A simply supported beam AB of length 5 m is acted upon by a uniformly distributed load of 2 kN/m. The reactions at A and B respectively are
​

Answer 1

Answer:

Answer is 4KN , 6KN

Explanation:

Answer 2

Given,

Beam AB: Simply supported,

Length = 5 m.

Load: Uniformly distributed = 2 kN/m.

To find,

Reactions at A and B.

Solution,

Firstly, let

$R_a,M_a$ = reaction at A, bending moment about A respectively and,

$R_b,M_b$ = reaction and bending moment at support B respectively.

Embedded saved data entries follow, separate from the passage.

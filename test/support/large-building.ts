/** Regular buildings of any size with a baseline and a second round booked as level books; for benchmarks and limits. */
import { addFrameLine } from '../../app/model/edits/frame-lines.ts'
import { layOutGrid, rowsOf } from '../../app/model/edits/grid.ts'
import { emptyBuilding, type BookRow, type Building, type Round } from '../../app/model/building.ts'
import { applied } from './applied.ts'

export interface Size {
  lines: number
  bays: number
  storeys: number
}

const BENCHMARK_M = 20

export function largeBuilding({ lines, bays, storeys }: Size): Building {
  let building: Building = {
    ...emptyBuilding('Large'),
    sections: [
      {
        id: 'beam',
        material: 'concrete',
        E_GPa: 30,
        I_cm4: 540000,
        A_cm2: 1800,
        shear_area_cm2: 1500,
        stiffness_factor: 0.5,
        capacity: { sagging_kNm: 210, hogging_kNm: 260, shear_kN: 240 },
      },
      { id: 'column', material: 'concrete', E_GPa: 30, I_cm4: 213333, A_cm2: 1600, capacity: { sagging_kNm: 180 } },
    ],
  }
  const grid = layOutGrid(building, { x: Array<number>(bays).fill(6), y: Array<number>(lines - 1).fill(5.5) })
  building = applied(building, grid.changes)
  for (const row of rowsOf(building.supports)) {
    const made = addFrameLine(building, {
      id: row.id,
      supports: row.supports.map((s) => s.id),
      storeys: Array<number>(storeys).fill(3.4),
      beam: 'beam',
      column: 'column',
    })
    building = applied(building, made.changes)
  }
  for (const line of building.frame_lines)
    for (const member of line.members)
      if (member.kind === 'beam') member.loads = [{ kind: 'uniform', kN_per_m: 18, action: 'permanent' }]
  building.survey = {
    points: [
      { id: 'BM1', kind: 'benchmark', level_m: BENCHMARK_M },
      ...building.supports.map((s) => ({ id: `S-${s.id}`, kind: 'stud' as const, support: s.id })),
    ],
    baseline: 'R0',
    rounds: [round(building, 'R0', '2026-03-02', 0), round(building, 'R1', '2026-06-02', 1)],
  }
  return building
}

/** The building with one intermediate sight of a round read anew; the rest is shared. */
export function withReading(building: Building, roundId: string, row: number, mid_m: number): Building {
  const rounds = building.survey.rounds.map((r) =>
    r.id === roundId
      ? { ...r, book: { ...r.book!, rows: r.book!.rows.map((x, i) => (i === row ? { ...x, mid_m } : x)) } }
      : r,
  )
  return { ...building, survey: { ...building.survey, rounds } }
}

/** Out from the benchmark, six studs from each setup, and back to it; settlement grows with x and y. */
function round(building: Building, id: string, date: string, share: number): Round {
  const rows: BookRow[] = [{ point: 'BM1', back_m: 1.5, sight_m: 20 }]
  let collimation = BENCHMARK_M + 1.5
  building.supports.forEach((support, i) => {
    if (i > 0 && i % 6 === 0) {
      rows.push({ point: `TP${i / 6}`, fore_m: 1.2, back_m: 1.5, sight_m: 20 })
      collimation += 0.3
    }
    const settled = (share * (0.0004 * support.x_m ** 1.3 + 0.00002 * support.y_m ** 2)) / 5
    const level = BENCHMARK_M + 0.2 + 0.001 * (i % 5) - settled
    rows.push({ point: `S-${support.id}`, mid_m: Math.round((collimation - level) * 1e5) / 1e5, sight_m: 12 + (i % 9) })
  })
  rows.push({ point: 'BM1', fore_m: Math.round((collimation - BENCHMARK_M + 0.0003) * 1e5) / 1e5, sight_m: 20 })
  return { id, date, book: { sd_mm_per_sqrt_km: 0.7, rows } }
}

The total reaction should be equal to the total load being applied. That is,

Total load = $R_a+R_b$

Now, the load is acting uniformly at 2 kN/m, over the length of 5 m.

So, the total load will be

= 2 × 5 = 10 kN.

It can be assumed that this load of 10 kN acts at the mid-point of the beam, that is, at 2.5 m from both ends.

From the previous relation,

$R_a+R_b= 10$ kN

Since the total bending moment about any support will be 0.

Taking total bending moment about A = 0,

$\sum M_a=0$

⇒ -10×2.5 + $R_b$×5 = 0

⇒ $R_b=5$ kN.

Since $R_a+R_b= 10$

⇒ $R_a= 5$ kN.

Therefore, for the given beam AB, reactions at A and B will be the same and equal to 5 kN.